Aquellas cartas, qué llegaban, de la prima Milagros, las convencieron de que había una vida mejor lejos de una aldea, escondida entre olivares. Lejos de aquella posada, frente a la alberca, qué fuera patrimonio de la familia y alojamiento de las tropas de Franco durante la guerra.

En aquel tiempo, que muchos pasaron hambre, a ellos, nunca les faltó la comida, por la venta pasó toda la intendencia del ejercito. 

Pero vieron tantas atrocidades entre aquellos muros.

Solas madre e hija, entre aquellas paredes, habían visto migrar, uno a uno, los hijos o hermanos, el resto de la familia. Ella era la pequeña. Ahora estaban solas, ella y mamá Tomasa. Habían visto migrar mucha gente. Muchas despedidas frente a la puerta de aquella casa, junto a la carretera, que llevaba a Andújar.

Huérfana de padre desde los seis años, en tiempos de Manuel Azaña, vio partir a los hermanos, qué poco a poco dejaron jóvenes el nido. Habían pasado la guerra juntos y los años de las hambres. Ahora partían, cuando llegaban a la mayoría de edad, buscando mejor vida.

De los cinco hermanos todos estaban lejos:

La mayor Francisca, se casó con Francisco (Tito melón) y ahora vivían en Vallecas. 

Juana se fue a Jaén, a la capital cuando casó con otro Francisco. Lola se fue a la venta de Andas, y se caso con otro Francisco, capitán de caballería, cerquita de la linde con la provincia de Granada. 

Luis, siguiendo el oficio de su padre, probó fortuna en la construcción de la presa de Oliana. 

Ana se fue a Madrid con la mayor y allí casó con un banderillero, de la cuadrilla de Antonio Bienvenida. instalándose en el Barrio de San Blas.

De todos, llegaban cartas, con noticias de una vida nueva y prospera. El trabajo y las oportunidades no faltaban en aquellos tiempos. Había que reconstruir los desastres de la guerra.

Con tesón y trabajo no les faltaría de nada.

Eran muchas las tentaciones, para aquellos 20 años de Gertrudis, y en el pueblo no había más vida que la aceituna.

Milagros le había conseguido un trabajo. Decía en una carta. Entraría a servir en casa de unos señoritos, si querían venirse con ella.

Faustino su marido era jefe de enfermeros en la clínica del Perpetuo Socorro, en Lérida. Estaban bien de espacio, en su gran casa, para acogerlas. Y todavía no tenían niños.

Peregrinas hacia una nueva vida que les hiciera olvidar la guerra y el hambre. Con un hatillo, y una maleta de lona y cartón piedra, se echaron la manta a la cabeza y salieron de Escañuela, con destino Lérida.

En aquel fardo iban todas sus ropas.
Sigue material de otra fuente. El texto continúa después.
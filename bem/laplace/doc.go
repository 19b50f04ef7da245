// Package laplace is the generic job of rimfield: Laplace's equation
// div(K grad u) = 0 with dimensionless u and k, solved and written with
// nothing beyond the potential and inflow on every boundary that every
// job reports. It is the simplest Job of package job and the pattern the
// physics packages follow.
package laplace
En la maleta cuatro libros, las escrituras de las tierras, del abuelo Roque, qué sólo podían reclamar los nietos, según el testamento, algunos enseres, y las molduras de estaño, con que Papa León, adornó con estatuillas, tantos palacios de  la provincia de Jaén, en tiempos de Alfonso XIII.

Atrás dejaban todas sus pertenencias, toda una vida.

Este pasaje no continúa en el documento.